Increase Driven Primarily by Five Funds Raising $5.3B
Number of New Funds Also Increases, but Only Accounts for 8% of Total Capital Raised
Thomson Reuters and the National Venture Capital Association ; 2014 Rolling Four Quarters through 03/31/14
In Q1 2014, 58 US venture capital funds raised $8.9B according to Thomson Reuters and the NVCA. This represented the strongest fundraising quarter by dollars raised since Q4 2007. However, the five largest funds raised this quarter accounted for 60% of total dollars raised, demonstrating further polarization among large, longer-tenured firms and smaller, new firms. PitchBook similarly reported 49 funds raising $8.8B in Q1 2014, while four funds each raised over $1B (PitchBook Data, 2014).
Further, the number of new funds raised in Q1 2014 reached 25, the largest number of new funds since Q4 2000. However, the amount of capital raised by new funds represented only 8% of total capital raised. The largest new fund raised in Q1 2014 was WiL Fund I, LP at $243MM, while the largest follow-on fund raised was TCV VIII, LP at $1.38B. Founders Fund V, LP also raised over $1B in Q1 2014.
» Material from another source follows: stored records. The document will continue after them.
import { randomBytes } from 'node:crypto';
import { readFileSync } from 'node:fs';
import { join } from 'node:path';

export interface RateLimit {
  /** Requests counted per client address within the window (for sign-in: failed ones only). */
  limit: number;
  windowMs: number;
}

export interface ServerConfig {
  port: number;
  host: string;
  version: string;
  /** Folder with the built Angular app (index.html). */
  webRoot: string;
  jsonLimit: string;
  tokenSecret: string;
  logRequests: boolean;
  database: { host: string; port: number; user: string; password: string; dbName: string };
  /** Where people reach the app; links in mails start with it. */
  publicBaseUrl: string;
  /** An SMTP server to send through; when unset the server starts its own local stand-in and keeps the mail. */
  smtpUrl: string | null;
  mailFrom: string;
  /** Development routes (the mailbox) exist only outside production. */
  devRoutes: boolean;
  accessTokenSeconds: number;
  /**
   * How long this process may answer "the session is open" from memory (0: ask PostgreSQL on every request).
   * Ending a session in this process takes effect at once; other processes on the same database notice within this time.
   */
  sessionCacheSeconds: number;
  refreshTokenDays: number;
  /** bcrypt cost factor for new password hashes. */
  passwordHashCost: number;
  rateLimits: { signIn: RateLimit; reset: RateLimit };
  /** Self-service accounts through POST /api/auth/sign-up (otherwise only by invitation). */
  allowSignUp: boolean;
  seedDemo: boolean;
  demoPassword: string;
  /** Object storage for run field blobs and uploaded drawings (server/storage). */
  storage: {
    mode: 's3' | 'postgres';
    /** An S3 endpoint; when unset the server starts its own stand-in on loopback. */
    endpoint: string | null;
    bucket: string;
    region: string;
    accessKeyId: string;
    secretAccessKey: string;
    /** The local stand-in's objects. */
    dataDir: string;
  };
  /** Largest uploaded drawing (bytes). */
  uploadLimit: number;
  sweeps: SweepQueueConfig;
}

/** The sweep job queue (pg-boss in the project's database, schema `pgboss`); the server and the workers read the same. */
export interface SweepQueueConfig {
  /** A job still active this long after it started is taken to be lost (its worker died) and is retried. */
  jobExpirySeconds: number;
  /** Retries of a job that failed or expired, with exponential backoff from `retryDelaySeconds`. */
  retryLimit: number;
  retryDelaySeconds: number;
  /** How often pg-boss looks for expired jobs (one process does it per interval). */
  maintenanceSeconds: number;
  /** How often an idle worker asks for a job. */
  pollingSeconds: number;
  /** Solver threads per worker process (worker_threads), each taking one point at a time. */
  threads: number;
}

const root = join(__dirname, '..');

function packageVersion(): string {
  return (JSON.parse(readFileSync(join(root, 'package.json'), 'utf8')) as { version: string }).version;
}

function numberFrom(value: string | undefined, fallback: number): number {
  const n = Number(value);
  return value !== undefined && value !== '' && Number.isFinite(n) ? n : fallback;
}

/** Reads the server's settings from the environment; a token secret is generated for local use when none is set. */
export function loadConfig(env: NodeJS.ProcessEnv = process.env): ServerConfig {
  const port = numberFrom(env['PORT'], 4300);
  const production = env['NODE_ENV'] === 'production';
  const window = numberFrom(env['RATE_LIMIT_WINDOW_MS'], 15 * 60_000);
  return {
    port,
    host: env['HOST'] ?? '127.0.0.1',
    version: packageVersion(),
    webRoot: env['WEB_ROOT'] ?? join(root, 'dist', 'web', 'browser'),
    jsonLimit: env['JSON_LIMIT'] ?? '16mb',
    tokenSecret: env['TOKEN_SECRET'] || randomBytes(32).toString('hex'),
    logRequests: env['LOG_REQUESTS'] !== '0',
    database: {
      host: env['PGHOST'] ?? '127.0.0.1',
      port: numberFrom(env['PGPORT'], 55432),
      user: env['PGUSER'] ?? 'postgres',
      password: env['PGPASSWORD'] ?? '',
      dbName: env['PGDATABASE'] ?? 'osmolane',
    },
    publicBaseUrl: (env['PUBLIC_URL'] || `http://127.0.0.1:${port}`).replace(/\/+$/, ''),
    smtpUrl: env['SMTP_URL'] || null,
    mailFrom: env['MAIL_FROM'] || 'Osmolane <no-reply@osmolane.invalid>',
    devRoutes: !production,
    accessTokenSeconds: numberFrom(env['ACCESS_TOKEN_SECONDS'], 15 * 60),
    sessionCacheSeconds: numberFrom(env['SESSION_CACHE_SECONDS'], 5),
    refreshTokenDays: numberFrom(env['REFRESH_TOKEN_DAYS'], 14),
    passwordHashCost: numberFrom(env['BCRYPT_COST'], 11),
    rateLimits: {
      signIn: { limit: numberFrom(env['SIGN_IN_LIMIT'], 10), windowMs: window },
      reset: { limit: numberFrom(env['RESET_LIMIT'], 10), windowMs: window },
    },
    allowSignUp: env['ALLOW_SIGN_UP'] !== '0',
    seedDemo: env['SEED_DEMO'] === '1',
    demoPassword: env['DEMO_PASSWORD'] || 'osmolane-demo',
    storage: {
      mode: env['STORAGE'] === 'postgres' ? 'postgres' : 's3',
      endpoint: env['S3_ENDPOINT'] || null,
      bucket: env['S3_BUCKET'] || 'osmolane',
      region: env['S3_REGION'] || 'us-east-1',
      accessKeyId: env['S3_ACCESS_KEY_ID'] || 'local',
      secretAccessKey: env['S3_SECRET_ACCESS_KEY'] || 'local',
      dataDir: env['S3_DATA_DIR'] || join(root, '.data', 's3'),
    },
    uploadLimit: numberFrom(env['UPLOAD_LIMIT'], 5 * 1024 * 1024),
    sweeps: {
      jobExpirySeconds: numberFrom(env['SWEEP_JOB_EXPIRY_SECONDS'], 600),
      retryLimit: numberFrom(env['SWEEP_RETRY_LIMIT'], 3),
      retryDelaySeconds: numberFrom(env['SWEEP_RETRY_DELAY_SECONDS'], 5),
      maintenanceSeconds: numberFrom(env['SWEEP_MAINTENANCE_SECONDS'], 30),
      pollingSeconds: numberFrom(env['SWEEP_POLLING_SECONDS'], 1),
      threads: numberFrom(env['SWEEP_WORKER_THREADS'], 1),
    },
  };
}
On a rolling four quarters basis, the number of funds raised is up 18% as of Q1 2014, while the amount of capital raised is up significantly by 27%. This is primarily due to $5.3B being raised by just five funds this quarter. Consequently, average fund size is also up to $95MM on a rolling four quarters basis, a 7% increase from $89MM in 2013. PitchBook also reported that 81% of funds closed in Q1 2014 reached their fundraising target, which was a significant improvement from 71% in 2013.
With the exception of some established firms, fundraising for most venture capital firms has been difficult in recent quarters due to a shaky exit market,” said Bobby Franklin, President & CEO of the NVCA. “Recently, however, we’ve been experiencing an uptick in IPO activity as well as momentum in the M&A market, enabling venture capital firms to distribute proceeds to their investors and begin the process of raising money for the next crop of American businesses. While conditions are certainly better, the fundraising environment for many of our members continues to be very difficult.”